— ASSIGNED TASK —
Which lines of the entries contain the word "transformation"? Please list them.

··· MATERIAL SUPPLIED

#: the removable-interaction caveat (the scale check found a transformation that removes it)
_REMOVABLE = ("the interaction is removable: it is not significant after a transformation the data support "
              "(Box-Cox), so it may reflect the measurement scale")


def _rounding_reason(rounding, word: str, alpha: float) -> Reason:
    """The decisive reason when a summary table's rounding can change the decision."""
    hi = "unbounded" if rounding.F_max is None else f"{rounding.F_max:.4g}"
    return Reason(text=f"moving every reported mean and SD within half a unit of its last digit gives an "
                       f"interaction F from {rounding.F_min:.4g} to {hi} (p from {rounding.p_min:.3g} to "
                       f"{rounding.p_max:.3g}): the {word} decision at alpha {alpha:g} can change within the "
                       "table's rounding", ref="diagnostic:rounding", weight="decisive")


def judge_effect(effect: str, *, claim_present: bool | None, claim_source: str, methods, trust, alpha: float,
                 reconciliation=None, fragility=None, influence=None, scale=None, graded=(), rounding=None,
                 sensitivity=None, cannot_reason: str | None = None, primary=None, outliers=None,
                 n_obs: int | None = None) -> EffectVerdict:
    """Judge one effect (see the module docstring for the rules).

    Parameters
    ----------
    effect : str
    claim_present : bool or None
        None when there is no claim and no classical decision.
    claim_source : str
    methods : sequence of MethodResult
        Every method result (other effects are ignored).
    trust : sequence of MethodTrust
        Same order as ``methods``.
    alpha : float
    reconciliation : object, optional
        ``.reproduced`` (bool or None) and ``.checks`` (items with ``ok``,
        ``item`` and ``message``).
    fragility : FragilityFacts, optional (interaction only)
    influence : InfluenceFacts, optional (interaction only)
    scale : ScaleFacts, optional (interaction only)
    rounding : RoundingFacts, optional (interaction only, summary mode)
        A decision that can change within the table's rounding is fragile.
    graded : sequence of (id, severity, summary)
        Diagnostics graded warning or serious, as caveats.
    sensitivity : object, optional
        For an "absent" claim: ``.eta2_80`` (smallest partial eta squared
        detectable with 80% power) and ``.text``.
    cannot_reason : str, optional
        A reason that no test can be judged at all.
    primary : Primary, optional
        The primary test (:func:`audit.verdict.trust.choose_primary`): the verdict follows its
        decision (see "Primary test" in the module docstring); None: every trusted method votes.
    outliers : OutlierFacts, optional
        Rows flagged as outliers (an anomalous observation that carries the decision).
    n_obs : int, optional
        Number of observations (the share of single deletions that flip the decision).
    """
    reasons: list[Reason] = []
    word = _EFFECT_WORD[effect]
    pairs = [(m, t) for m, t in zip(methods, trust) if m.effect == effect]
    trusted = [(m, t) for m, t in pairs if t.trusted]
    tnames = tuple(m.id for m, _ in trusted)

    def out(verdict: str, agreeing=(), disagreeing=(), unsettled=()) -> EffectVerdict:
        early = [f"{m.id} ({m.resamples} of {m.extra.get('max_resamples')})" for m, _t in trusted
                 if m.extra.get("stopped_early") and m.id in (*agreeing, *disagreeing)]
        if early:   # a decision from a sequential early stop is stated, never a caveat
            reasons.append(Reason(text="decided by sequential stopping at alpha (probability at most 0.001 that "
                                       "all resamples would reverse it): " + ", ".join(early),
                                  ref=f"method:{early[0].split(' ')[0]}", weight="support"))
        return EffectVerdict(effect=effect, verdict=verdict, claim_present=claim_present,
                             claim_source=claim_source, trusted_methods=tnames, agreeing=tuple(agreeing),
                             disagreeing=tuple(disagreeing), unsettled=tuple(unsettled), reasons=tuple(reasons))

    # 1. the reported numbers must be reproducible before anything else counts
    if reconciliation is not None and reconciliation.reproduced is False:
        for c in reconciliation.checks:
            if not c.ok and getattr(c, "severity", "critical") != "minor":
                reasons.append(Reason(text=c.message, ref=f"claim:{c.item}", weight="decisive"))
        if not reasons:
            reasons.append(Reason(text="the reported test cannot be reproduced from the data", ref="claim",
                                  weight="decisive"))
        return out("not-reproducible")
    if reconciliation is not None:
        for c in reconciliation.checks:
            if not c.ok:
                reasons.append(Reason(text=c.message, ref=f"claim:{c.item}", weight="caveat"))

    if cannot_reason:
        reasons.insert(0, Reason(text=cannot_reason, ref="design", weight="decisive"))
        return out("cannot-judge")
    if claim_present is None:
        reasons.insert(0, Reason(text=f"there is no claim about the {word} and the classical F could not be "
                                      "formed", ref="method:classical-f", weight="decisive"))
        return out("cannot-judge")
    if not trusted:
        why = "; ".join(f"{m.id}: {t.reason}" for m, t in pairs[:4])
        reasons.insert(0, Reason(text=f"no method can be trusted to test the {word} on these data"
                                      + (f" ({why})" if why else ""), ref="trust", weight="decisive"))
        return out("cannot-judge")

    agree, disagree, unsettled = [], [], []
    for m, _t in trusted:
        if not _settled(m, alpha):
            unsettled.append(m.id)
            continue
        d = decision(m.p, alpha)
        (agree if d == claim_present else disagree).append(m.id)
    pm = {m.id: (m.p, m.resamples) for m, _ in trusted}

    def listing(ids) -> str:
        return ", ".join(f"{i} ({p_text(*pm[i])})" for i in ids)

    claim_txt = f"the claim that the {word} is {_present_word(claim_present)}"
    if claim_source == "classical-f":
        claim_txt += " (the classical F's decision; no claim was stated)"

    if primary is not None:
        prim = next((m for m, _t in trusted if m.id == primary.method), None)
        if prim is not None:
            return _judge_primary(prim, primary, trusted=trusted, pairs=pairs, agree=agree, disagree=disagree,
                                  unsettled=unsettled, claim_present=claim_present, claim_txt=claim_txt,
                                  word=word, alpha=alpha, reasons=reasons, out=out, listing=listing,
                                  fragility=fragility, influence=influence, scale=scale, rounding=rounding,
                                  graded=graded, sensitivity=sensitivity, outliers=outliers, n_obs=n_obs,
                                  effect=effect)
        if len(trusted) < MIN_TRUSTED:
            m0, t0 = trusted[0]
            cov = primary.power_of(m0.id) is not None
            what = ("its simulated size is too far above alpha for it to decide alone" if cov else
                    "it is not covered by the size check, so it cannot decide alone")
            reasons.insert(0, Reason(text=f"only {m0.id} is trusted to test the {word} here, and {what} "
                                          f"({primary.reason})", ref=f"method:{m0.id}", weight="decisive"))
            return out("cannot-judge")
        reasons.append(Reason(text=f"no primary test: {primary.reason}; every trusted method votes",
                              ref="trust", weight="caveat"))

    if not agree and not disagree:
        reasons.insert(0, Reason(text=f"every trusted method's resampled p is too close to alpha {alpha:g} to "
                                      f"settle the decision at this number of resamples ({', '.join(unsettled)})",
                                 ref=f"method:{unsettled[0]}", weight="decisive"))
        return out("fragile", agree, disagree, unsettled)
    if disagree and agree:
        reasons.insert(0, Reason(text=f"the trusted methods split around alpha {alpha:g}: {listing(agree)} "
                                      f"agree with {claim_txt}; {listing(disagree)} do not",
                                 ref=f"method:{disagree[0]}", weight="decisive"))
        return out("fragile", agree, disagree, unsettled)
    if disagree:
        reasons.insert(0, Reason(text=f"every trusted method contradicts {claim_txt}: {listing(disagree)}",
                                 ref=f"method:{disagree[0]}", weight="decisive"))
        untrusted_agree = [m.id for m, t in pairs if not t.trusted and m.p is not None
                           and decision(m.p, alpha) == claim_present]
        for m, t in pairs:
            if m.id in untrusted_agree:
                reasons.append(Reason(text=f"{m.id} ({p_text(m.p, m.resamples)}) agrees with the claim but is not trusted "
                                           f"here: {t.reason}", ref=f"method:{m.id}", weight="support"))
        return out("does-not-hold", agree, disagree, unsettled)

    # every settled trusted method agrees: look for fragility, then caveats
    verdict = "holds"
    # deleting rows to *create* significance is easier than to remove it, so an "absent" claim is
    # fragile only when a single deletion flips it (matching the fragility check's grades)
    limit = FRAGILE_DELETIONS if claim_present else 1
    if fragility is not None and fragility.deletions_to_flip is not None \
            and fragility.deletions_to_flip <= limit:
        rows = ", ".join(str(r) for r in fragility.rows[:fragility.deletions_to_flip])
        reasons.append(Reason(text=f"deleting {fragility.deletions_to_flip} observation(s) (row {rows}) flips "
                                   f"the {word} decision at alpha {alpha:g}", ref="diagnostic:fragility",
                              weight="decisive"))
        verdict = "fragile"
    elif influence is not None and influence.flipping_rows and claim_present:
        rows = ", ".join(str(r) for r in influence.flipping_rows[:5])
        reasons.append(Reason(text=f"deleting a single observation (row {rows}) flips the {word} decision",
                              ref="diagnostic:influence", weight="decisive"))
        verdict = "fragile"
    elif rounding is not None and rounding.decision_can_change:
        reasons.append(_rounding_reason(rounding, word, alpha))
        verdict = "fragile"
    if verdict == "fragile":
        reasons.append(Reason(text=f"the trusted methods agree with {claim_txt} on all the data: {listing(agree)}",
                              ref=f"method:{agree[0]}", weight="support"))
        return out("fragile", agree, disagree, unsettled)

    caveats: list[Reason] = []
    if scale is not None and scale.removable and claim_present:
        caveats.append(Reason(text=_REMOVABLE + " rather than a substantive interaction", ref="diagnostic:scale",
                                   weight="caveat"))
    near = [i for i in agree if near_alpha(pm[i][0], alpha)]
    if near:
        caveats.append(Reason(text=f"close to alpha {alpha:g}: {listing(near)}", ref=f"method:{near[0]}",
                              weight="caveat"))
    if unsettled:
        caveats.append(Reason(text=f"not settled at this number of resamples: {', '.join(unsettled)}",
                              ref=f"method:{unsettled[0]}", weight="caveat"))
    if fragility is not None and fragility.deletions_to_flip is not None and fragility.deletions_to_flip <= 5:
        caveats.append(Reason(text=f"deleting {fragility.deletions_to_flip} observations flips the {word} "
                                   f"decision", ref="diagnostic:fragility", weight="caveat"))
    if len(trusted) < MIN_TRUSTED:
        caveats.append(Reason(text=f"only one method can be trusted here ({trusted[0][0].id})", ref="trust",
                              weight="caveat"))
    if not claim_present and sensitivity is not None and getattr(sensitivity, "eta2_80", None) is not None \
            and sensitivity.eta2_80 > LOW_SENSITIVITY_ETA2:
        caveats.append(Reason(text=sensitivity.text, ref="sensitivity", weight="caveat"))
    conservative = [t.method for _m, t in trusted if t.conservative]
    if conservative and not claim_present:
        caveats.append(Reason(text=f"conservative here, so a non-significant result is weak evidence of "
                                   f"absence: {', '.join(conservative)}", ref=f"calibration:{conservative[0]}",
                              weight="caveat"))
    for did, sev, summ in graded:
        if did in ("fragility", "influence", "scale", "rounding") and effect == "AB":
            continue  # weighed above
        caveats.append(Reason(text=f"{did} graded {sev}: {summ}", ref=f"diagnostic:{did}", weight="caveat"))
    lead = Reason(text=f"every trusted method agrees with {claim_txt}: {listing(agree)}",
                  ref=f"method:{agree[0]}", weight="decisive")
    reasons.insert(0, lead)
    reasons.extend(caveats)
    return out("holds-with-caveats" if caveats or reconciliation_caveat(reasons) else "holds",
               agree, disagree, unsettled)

······

— EXPECTED ANSWER —
#: the removable-interaction caveat (the scale check found a transformation that removes it)
_REMOVABLE = ("the interaction is removable: it is not significant after a transformation the data support "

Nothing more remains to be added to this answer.